Vietnam Sharply Divided on Coronavirus School Closures

Vietnam Sharply Divided on Coronavirus School Closures

Vietnam is sharply divided on how long to close schools because of the coronavirus, which has prevented parents from going to work and threatens further economic damage. Supporters want to keep students at home until April, while opponents say the panic is overblown, VOA news reports.

The biggest population is in Ho Chi Minh City, where government leaders have proposed extending the public school closures all through March and then continuing the semester into what would usually be a summer break. The city leaders also recommended making this a nation-wide policy.

Le Thanh Liem, Vice Chair of the People’s Committee of Ho Chi Minh City, tasked the city education department with keeping the disease from reaching the schools.

The department will “strictly and fully implement measures to prevent and treat the new coronavirus, preventing the spread of an epidemic in the school environment,” he wrote in an official letter.

Those who agree with the government decision see the coronavirus as a collective action problem, requiring people to keep physical contact at a minimum. Pham Khanh said it is better to be safe than sorry.

“I decided on my own to take my children out of school,” she said. “There is a long incubation period, I will wait two weeks before I do anything.”

She was referring to the two weeks when doctors believe that people, if they have the coronavirus, would show symptoms.

While parents are keeping their children at home, another kind of school is catching on: online classes. After some initial excitement, with foreign governments from the U.S. to Britain promoting e-learning in Vietnam, the trend stalled for years, because of regulatory hurdles and lack of internet access.

“E-learning deployment within the academic system in Vietnam has not really taken off, mostly due to the over-focus on hardware and remaining confusion between digitization of educational contents and online education,” Alice Pham wrote in a 2018 report for the Consumer Unity & Trust Society think tank.

Parents in Vietnam are having to find new places to take their children while the coronavirus keeps schools closed. (VOA News)
Parents in Vietnam are having to find new places to take their children while the coronavirus keeps schools closed. (VOA News)

However the coronavirus may be a factor that finally drives e-learning into the mainstream in Vietnam.
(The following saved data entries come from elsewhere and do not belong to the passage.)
/** What is priced is ranked by cost, with or without a discount rate. Mounts invented; expected figures are hand arithmetic. */
import fc from 'fast-check';
import { expect, test } from 'vitest';
import { type AdviceMount, advise, rankingBasis } from '../../src/advice/index.ts';
import { mast, mount, roof, type Sketch, study, tracker } from './invented.ts';

const ground = mount({ id: 'ground', cost: 0.095 });
const strongMast = mast({ cost: 0.12, energy: 2200 });
const unpriced = roof({ cost: null, energy: 1500 });

test('one mount without a price leaves the priced ones ranked by cost, not all of them by energy', () => {
  const input = study([ground, strongMast, unpriced]);
  const result = advise(input);
  expect(rankingBasis(input)).toEqual({
    objective: 'lowest cost per kWh',
    rankedBy: 'lowest cost per kWh',
    lacking: 'the capital cost of roof',
  });
  expect([result.choice, result.confidence]).toEqual(['ground', 'likely']);
  expect(result.leads.map(({ over }) => over)).toEqual(['mast']);
  expect(result.leads[0].lead).toBeCloseTo(0.025, 12);
  expect(result.leads[0].why).toContain('roof could not be ranked and might be cheaper');
  expect(result.headline).toBe(
    'CHOOSE ground: fixed rack, 34° tilt, facing 186° (south). Lead: LIKELY over mast. ' +
      'Not ranked, for lack of the capital cost: roof',
  );
  expect(result.reasons).toContain('Not ranked, for lack of the capital cost: roof.');
  expect(result.doubts[0]).toBe(
    'Not ranked, for lack of the capital cost: roof. What has no price might be cheaper than what is chosen.',
  );
  expect([result.headline, ...result.reasons].join('\n')).not.toContain('energy alone');
  expect(result.excluded).toEqual([]);
});

test('a single priced mount is named as such, claims no confidence, and names those without a price', () => {
  const result = advise(study([ground, tracker({ cost: null }), unpriced]));
  expect([result.choice, result.confidence, result.leads]).toEqual(['ground', null, []]);
  expect(result.headline).toContain('It is the only mount that has a cost per kWh, so nothing is ranked');
  expect(result.headline).toContain('Not ranked, for lack of the capital cost: tracker and roof');
});

test('an objective of energy ranks mounts without a price like any other', () => {
  const result = advise(study([ground, strongMast, unpriced], { objective: 'most kWh per kW' }));
  expect([result.choice, result.leads.length]).toEqual(['mast', 2]);
  expect(result.headline).not.toContain('Not ranked');
});

test('mounts without a price change neither choice nor leads but for a clear lead, which they make likely', () => {
  const price = fc.double({ min: 0.05, max: 0.4, noNaN: true });
  const prices = fc.tuple(price, price, price);
  let capped = 0;
  fc.assert(
    fc.property(prices, prices, (a, b) => {
      const priced = [mount({ id: 'ground', cost: a }), tracker({ cost: b })];
      const [plain, more] = [advise(study(priced)), advise(study([...priced, unpriced]))];
      if (plain.confidence === 'clear') capped++;
      expect(more.choice).toBe(plain.choice);
      expect(more.leads.map(({ lead, doubt }) => [lead, doubt])).toEqual(
        plain.leads.map(({ lead, doubt }) => [lead, doubt]),
      );
      expect(more.confidence).toBe(plain.confidence === 'clear' ? 'likely' : plain.confidence);
    }),
  );
  expect(capped).toBeGreaterThan(0);
});

/** A mount of a study without a rate: no cost per kWh of its own, but one at each of three rates. */
const atRates = (
  make: (sketch: Sketch) => AdviceMount,
  id: string,
  costs: readonly [number, number, number],
  over: Partial<Sketch> = {},
): AdviceMount => ({
  ...make({ id, cost: null, ...over }),
  capital_per_kw: 1900,
  cost_incomplete: false,
  lcoe_at_rates: { '4 %': costs[0], '7 %': costs[1], '10 %': costs[2] },
});
const noRate = { realRate: null } as const;
const bareGround = atRates(mount, 'ground', [0.08, 0.1, 0.12]);

test('without a rate the order that holds at 4, 7 and 10 % is the ranking, likely at most, and energy decides nothing', () => {
  const input = study(
    [bareGround, atRates(tracker, 'tracker', [0.1, 0.125, 0.15], { energy: 1900 })],
    noRate,
  );
  expect(rankingBasis(input)).toEqual({
    objective: 'lowest cost per kWh',
    rankedBy: 'lowest cost per kWh',
    lacking: 'finance.real_rate',
  });
  const result = advise(input);
  expect([result.choice, result.confidence]).toEqual(['ground', 'likely']);
  const [lead] = result.leads;
  expect(lead).toMatchObject({ over: 'tracker', unit: 'USD per kWh at 7 %' });
  expect(lead.lead).toBeCloseTo(0.025, 12);
  expect(lead.why).toContain('no discount rate is given; the order holds at 4, 7 and 10 %');
  expect(result.reasons.slice(0, 3)).toEqual([
    'By cost per kWh: ground 0.1000, tracker 0.1250 USD per kWh at 7 %.',
    'No discount rate is given (finance.real_rate): costs are ranked as they stand at 7 %.',
    'Without a rate, the lowest USD per kWh is that of ground at 4 % (0.08000), ground at 7 % (0.1000) and ground at ' +
      '10 % (0.1200).',
  ]);
  // 0.125 / 0.1 - 1 = 25 %, 1 - 0.1 / 0.125 = 20 %
  expect(result.switch_points).toEqual([
    'ground falls level with tracker if all it costs turns out 25 % dearer or it delivers 20 % less than counted, at ' +
      'a rate of 7 %.',
  ]);
});

test('without a rate the doubt follows the energy under each sky, for the money stays the same', () => {
  // at 7 %: ground 0.1 under every sky; tracker 0.12, 0.12 * 2000 / 1920 = 0.125, 0.12 * 2000 / 2500 = 0.096: half of 0.029
  const input = study(
    [bareGround, atRates(tracker, 'tracker', [0.1, 0.12, 0.14], { energy: [2000, 1920, 2500] })],
    noRate,
  );
  const [lead] = advise(input).leads;
  expect(lead.doubt).toBeCloseTo(0.0145, 12);
  expect(lead.lead).toBeCloseTo(0.02, 12);
  expect(lead.confidence).toBe('likely');
  expect(lead.why).toContain('1.4 times the doubt of sky models (0.0145)');
});

test('where the winner hangs on the rate the choice stands at 7 %, too close to call, and names who wins at which', () => {
  const rival = atRates(tracker, 'tracker', [0.07, 0.12, 0.15], { energy: 1900 });
  const result = advise(study([bareGround, rival], noRate));
  expect([result.choice, result.confidence]).toEqual(['ground', 'too_close']);
  expect(result.leads[0].why).toContain(
    'no discount rate is given, and the cheaper one is tracker at 4 % and ground at 7 and 10 %',
  );
  expect(result.headline).toBe(
    'TOO CLOSE TO CALL: ground and tracker. It turns on the discount rate, which is not given: the cheaper one is ' +
      'tracker at 4 % and ground at 7 and 10 %',
  );
  expect(result.switch_points).toContain(
    'The answer turns on the discount rate: the lowest cost per kWh is that of tracker at 4 % and ground at 7 and 10 %.',
  );
  expect(result.reasons).toContain(
    'Without a rate, the lowest USD per kWh is that of tracker at 4 % (0.07000), ground at 7 % (0.1000) and ground at ' +
      '10 % (0.1200).',
  );
});

test('the cheapest at each rate is sought only among mounts that may be chosen', () => {
  const cheapMast = {
    ...atRates(mast, 'mast', [0.01, 0.01, 0.01]),
    limits: [
      {
        name: 'height',
        bound: 'most',
        status: 'broken',
        detail: 'exceeds 3 m by 0.9 m',
        value: 3.9,
        asked: 3,
        excess_m: 0.9,
      },
    ],
  } as AdviceMount;
  const result = advise(
    study([bareGround, atRates(tracker, 'tracker', [0.1, 0.125, 0.15]), cheapMast, unpriced], noRate),
  );
  expect([result.choice, result.confidence]).toEqual(['ground', 'likely']);
  expect(result.reasons.join('\n')).toContain(
    'Without a rate, the lowest USD per kWh among ground and tracker is that of ground at 4 % (0.08000)',
  );
  expect(result.headline).toContain('Not ranked, for lack of the capital cost: roof');
});

test('without a rate the choice is always the cheapest at 7 %, and never clear', () => {
  const costs = fc.tuple(
    ...([0.08, 0.1, 0.12] as const).map((x) => fc.double({ min: x, max: 2 * x, noNaN: true })),
  );
  let turned = 0;
  fc.assert(
    fc.property(fc.array(costs, { minLength: 2, maxLength: 4 }), (list) => {
      const mounts = list.map((c, i) =>
        atRates(i === 0 ? mount : tracker, `m${i}`, [c[0], c[1], c[2]], { energy: 1600 + 100 * i }),
      );
      const result = advise(study(mounts, noRate));
      const chosen = list[mounts.findIndex((m) => m.id === result.choice)];
      expect(chosen[1]).toBe(Math.min(...list.map((c) => c[1])));
      expect(['likely', 'too_close']).toContain(result.confidence);
      const beaten = list.some((c) => c[0] < chosen[0] * (1 - 1e-6) || c[2] < chosen[2] * (1 - 1e-6));
      if (beaten) {
        turned++;
        expect(result.confidence).toBe('too_close');
      }
    }),
  );
  expect(turned).toBeGreaterThan(0);
});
This month students are increasingly doing homework that their schools send to them over the internet, as well as turning to startup companies such as Yola, Topica, and Mindx, which let Vietnamese learn through smartphone apps or web videos.

Supporters say Vietnam should see the school closures as an opportunity for children to get some experience as self-directed learners, through online lessons.’
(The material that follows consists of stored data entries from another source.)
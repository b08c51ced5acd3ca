/** Each rule of the advice on a small invented study; the expected lead and doubt are hand arithmetic. */
import { expect, test } from 'vitest';
import { advise, confidenceOf, rankingBasis, rowsDiffer } from '../../src/advice/index.ts';
import { mast, mount, roof, study, tracker } from './invented.ts';

const BROKEN = {
  name: 'height',
  bound: 'most',
  status: 'broken',
  detail: 'exceeds 3 m by 0.9 m',
  value: 3.9,
  asked: 3,
  excess_m: 0.9,
} as const;
const UNCHECKED = {
  name: 'height',
  bound: 'most',
  status: 'not_checked',
  detail: 'not checked: slant is blank',
  value: null,
  asked: null,
  excess_m: null,
} as const;
const ground = mount({ id: 'ground', cost: 0.109 });

test('a lead is clear above twice the doubt, likely above the doubt, and too close up to it', () => {
  const rows = [
    [2.01, 1, 'clear'],
    [2, 1, 'likely'],
    [1.01, 1, 'likely'],
    [1, 1, 'too_close'],
    [0, 0, 'too_close'],
    [0.1, 0, 'clear'],
  ] as const;
  for (const [lead, doubt, expected] of rows) expect(confidenceOf(lead, doubt)).toBe(expected);
});

test('lead and doubt are the difference in cost per kWh and half its range over three skies', () => {
  // differences 0.015, 0.019, 0.013: half the range is 0.003, the lead 5 doubts
  const result = advise(study([ground, tracker({ cost: [0.124, 0.128, 0.122] })]));
  expect(result.choice).toBe('ground');
  expect(result.confidence).toBe('clear');
  expect(result.leads).toHaveLength(1);
  const [lead] = result.leads;
  expect(lead).toMatchObject({ over: 'tracker', confidence: 'clear', unit: 'USD per kWh' });
  expect(lead.lead).toBeCloseTo(0.015, 12);
  expect(lead.doubt).toBeCloseTo(0.003, 12);
  expect(lead.why).toBe(
    'the lead is 0.0150 USD per kWh, more than twice the doubt of sky models (0.00300); GCR 0.45 against 0.40',
  );
});

test('reading errors of the angles widen the doubt in quadrature, and the why says whose', () => {
  // The sky models leave 0.003 open as above; 4 % of 0.1 on the roof is 0.004: together 0.005, and the lead of 0.008 is 1.6 of it.
  const readRoof = (reading_error: number) =>
    mount({
      id: 'roof',
      kind: 'roof-plane',
      gcr: null,
      rows: 'no rows',
      cost: [0.1, 0.1, 0.1],
      reading_error,
    });
  const dearer = mount({ id: 'ground', cost: [0.108, 0.112, 0.106] });
  const leadOf = (error: number) => advise(study([readRoof(error), dearer])).leads[0];
  expect(leadOf(0).doubt).toBeCloseTo(0.003, 12);
  expect(leadOf(0).confidence).toBe('clear');
  const read = leadOf(0.04);
  expect(read.doubt).toBeCloseTo(0.005, 12);
  expect(read.confidence).toBe('likely');
  expect(read.why).toContain('1.6 times the doubt of sky models and of the reading errors of roof (0.00500)');
});

test('a smaller lead over the same doubt is likely, then too close', () => {
  const likely = advise(study([ground, tracker({ cost: [0.1135, 0.1175, 0.1115] })])); // 0.0045 over 0.003
  expect([likely.choice, likely.confidence]).toEqual(['ground', 'likely']);
  const close = advise(study([ground, tracker({ cost: [0.111, 0.115, 0.109] })])); // 0.002 under 0.003
  expect([close.choice, close.confidence]).toEqual(['ground', 'too_close']);
  expect(close.headline).toBe(
    'TOO CLOSE TO CALL: ground and tracker. ground is ahead of tracker by 0.00200 USD per kWh, within the doubt of sky models (0.00300)',
  );
});

test('the headline names the mount, its angles and each lead, and the confidence is the least sure of them', () => {
  const result = advise(study([ground, tracker({ cost: 0.124 }), roof({ cost: [0.113, 0.117, 0.111] })]));
  expect(result.headline).toBe(
    'CHOOSE ground: fixed rack, 34° tilt, facing 186° (south). Lead: CLEAR over tracker, LIKELY over roof',
  );
  expect(result.confidence).toBe('likely');
  expect(result.leads.map((lead) => lead.over)).toEqual(['roof', 'tracker']);
});

test('a mount that breaks a hard limit is put aside with the limit, however cheap it is', () => {
  const result = advise(study([ground, mast({ cost: 0.05, limits: [BROKEN] })]));
  expect(result.choice).toBe('ground');
  expect(result.excluded).toEqual([{ id: 'mast', why: 'height exceeds 3 m by 0.9 m' }]);
  expect(result.leads).toEqual([]);
  expect(result.confidence).toBeNull();
  expect(result.headline).toContain('the only mount that keeps its limits');
});

test('a limit that was not checked, or is too near to tell, excludes nothing and is a doubt', () => {
  for (const limit of [
    UNCHECKED,
    { ...BROKEN, status: 'within_reading_error' as const, detail: 'too near to tell' },
  ]) {
    const result = advise(study([ground, tracker({ cost: 0.09, limits: [limit] })]));
    expect(result.choice).toBe('tracker');
    expect(result.excluded).toEqual([]);
    expect(result.doubts.join('\n')).toContain(`Limit of tracker: height ${limit.detail}.`);
  }
});

test('where no mount keeps its limits nothing is chosen, and the headline says so', () => {
  const result = advise(study([mount({ id: 'ground', limits: [BROKEN] }), mast({ limits: [BROKEN] })]));
  expect([result.choice, result.confidence]).toEqual([null, null]);
  expect(result.headline).toMatch(/^NO MOUNT KEEPS ITS LIMITS: ground \(height exceeds 3 m by 0.9 m\), mast/);
  expect(result.excluded).toHaveLength(2);
});

test('a blocking finding withholds the choice and tells which line mends it', () => {
  const clock = {
    code: 'clock-shift',
    severity: 'block',
    text: 'The clock is 60 minutes out.',
    fix: 'Write weather: { add_minutes: 60 }.',
  } as const;
  const result = advise(study([ground, tracker({ cost: 0.2 })], { findings: [clock] }));
  expect([result.choice, result.confidence, result.leads]).toEqual([null, null, []]);
  expect(result.headline).toBe(
    'NO RECOMMENDATION: The clock is 60 minutes out. Write weather: { add_minutes: 60 }.',
  );
  expect(result.reasons.length).toBeGreaterThan(0);
});

test('a warning does not withhold the choice and is repeated among the doubts', () => {
  const gaps = {
    code: 'gaps',
    severity: 'warning',
    text: '14 hours are missing.',
    fix: 'Look at them.',
  } as const;
  const result = advise(study([ground, tracker({ cost: 0.2 })], { findings: [gaps] }));
  expect(result.confidence).toBe('clear');
  expect(result.doubts).toContain('14 hours are missing. Look at them.');
});

test('between ground mounts where only one side has rows, a clear lead is called likely and says rows differ', () => {
  const bare = mount({ id: 'ground', cost: 0.1, gcr: null, rows: 'no rows' });
  const result = advise(study([bare, tracker({ cost: 0.2 })]));
  expect(result.confidence).toBe('likely');
  expect(result.leads[0].why).toContain('rows differ: ground has no rows, tracker rows at GCR 0.40');
  expect(result.doubts.join('\n')).toContain('Rows differ: tracker has rows at GCR 0.40');
});

test('a roof plane has no rows to differ, and a lone mast is named instead', () => {
  const result = advise(study([ground, roof({ cost: 0.2 }), mast({ cost: 0.3 })]));
  expect(result.confidence).toBe('clear');
  expect(result.leads.find((lead) => lead.over === 'mast')?.why).toContain(
    'mast is a lone mast without rows',
  );
  const pairs = [
    [ground, roof({}), false],
    [ground, mast({}), false],
    [ground, tracker({}), false],
    [ground, tracker({ gcr: null }), true],
    [mount({ id: 'g', gcr: null }), mast({ gcr: 0.2 }), true],
    [mount({ id: 'g', gcr: null }), tracker({ gcr: null }), false],
  ] as const;
  for (const [a, b, differ] of pairs) expect([rowsDiffer(a, b), rowsDiffer(b, a)]).toEqual([differ, differ]);
});

test('incomplete costs on either side never make a clear lead', () => {
  const chosenBlank = advise(
    study([mount({ id: 'ground', cost: 0.1, cost_incomplete: true }), tracker({ cost: 0.2 })]),
  );
  const otherBlank = advise(study([ground, tracker({ cost: 0.2, cost_incomplete: true })]));
  for (const result of [chosenBlank, otherBlank]) {
    expect([result.choice, result.confidence]).toEqual(['ground', 'likely']);
    expect(result.leads[0].why).toMatch(/the costs of (ground|tracker) are incomplete/);
  }
});

test('a tracker whose downtime is blank is never a clear choice, and still loses clearly', () => {
  const wins = advise(study([ground, tracker({ cost: 0.05, downtime_blank: true })]));
  expect([wins.choice, wins.confidence]).toEqual(['tracker', 'likely']);
  expect(wins.leads[0].why).toContain('downtime of tracker is blank, and blank is not zero');
  const loses = advise(study([ground, tracker({ cost: 0.2, downtime_blank: true })]));
  expect([loses.choice, loses.confidence]).toEqual(['ground', 'clear']);
  expect(loses.doubts).toContain('Downtime of tracker is blank and not counted, which flatters it.');
});

test('only where no mount has a cost is the ranking by energy, says what is lacking, and is never clear', () => {
  const input = study([mount({ id: 'ground', cost: null }), tracker({ cost: null, energy: 1900 })]);
  expect(rankingBasis(input)).toEqual({
    objective: 'lowest cost per kWh',
    rankedBy: 'most kWh per kW',
    lacking: 'the capital cost of ground and tracker',
  });
  const result = advise(input);
  expect([result.choice, result.confidence]).toEqual(['tracker', 'likely']);
  expect(result.headline).toContain('on energy alone, costs not weighed');
  expect(result.leads[0]).toMatchObject({ unit: 'kWh per kW', lead: 300 });
  expect(result.reasons.join('\n')).toContain(
    'to weigh costs the study lacks the capital cost of ground and tracker',
  );
});

test('an objective of energy or of the worst month is followed, and may be clear', () => {
  const mounts = [ground, tracker({ cost: 0.2, energy: 1900, worst: 2.5 })];
  const energy = advise(study(mounts, { objective: 'most kWh per kW' }));
  expect([energy.choice, energy.confidence]).toEqual(['tracker', 'clear']);
  const worst = advise(study(mounts, { objective: 'best worst month' }));
  expect([worst.choice, worst.confidence]).toEqual(['ground', 'clear']);
  expect(worst.leads[0].lead).toBeCloseTo(0.4, 12);
});

test('equal mounts are too close to call and the reference stands first', () => {
  const result = advise(study([tracker({ cost: 0.109 }), ground], { referenceId: 'ground' }));
  expect([result.choice, result.confidence]).toEqual(['ground', 'too_close']);
  expect(result.headline).toContain('ground and tracker are equal in cost per kWh');
});

test('a study of one mount ranks nothing and claims no confidence', () => {
  const result = advise(study([ground]));
  expect([result.choice, result.confidence]).toEqual(['ground', null]);
  expect(result.headline).toContain('the only mount compared');
});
“Definitely in Vietnam this model needs to spread as soon as possible,” writer Nguyen Hong wrote in a commentary for the Thanh Nien newspaper.

Besides the benefit to education technology companies, the coronavirus has meant a windfall for some other companies as well. Foreign buyers such as Nintendo and Apple that are struggling to source from China are increasingly turning to suppliers in Vietnam to make their products.

However most companies, and households, are waiting for a return to normal.

After the Lunar New Year holiday ended in late January, most Vietnamese welcomed the school closures as a logical precaution against the coronavirus. However as the weeks drag on, parents now struggle with what to do with their school age children.

Le Hang, a 40-year-old mother, decided to take her children to the hair salon where she works. 

“When there aren’t many customers, I run over to feed and take care of the children,” she said.

However the most vulnerable, such as factory workers, are those who can’t afford babysitters, aren’t allowed to bring children to work, and can’t afford the lost income of skipping work. Some send the children to stay with neighbors or relatives, while others consider the latch-key life.

Nguyen Viet, a tour guide, doesn’t know what to do with his daughter.  “The unexpected break is too much to bear for us,” he told newspaper Vnexpress.

What’s more, some believe the extended school closures are an overreach. Vietnam has had more than a dozen coronavirus cases and no fatalities. Most of the over 2,000 people who died were in China, and most of them were senior citizens or in poor health already. By comparison there have been more than 16,000  flu associated  deaths  reported in the United States  so far this flu season according to estimates of the U.S. based Centers for Disease Control.   “I believe that with the solutions currently being applied, children will be safe at school,” said Le Kien, a father in Hanoi.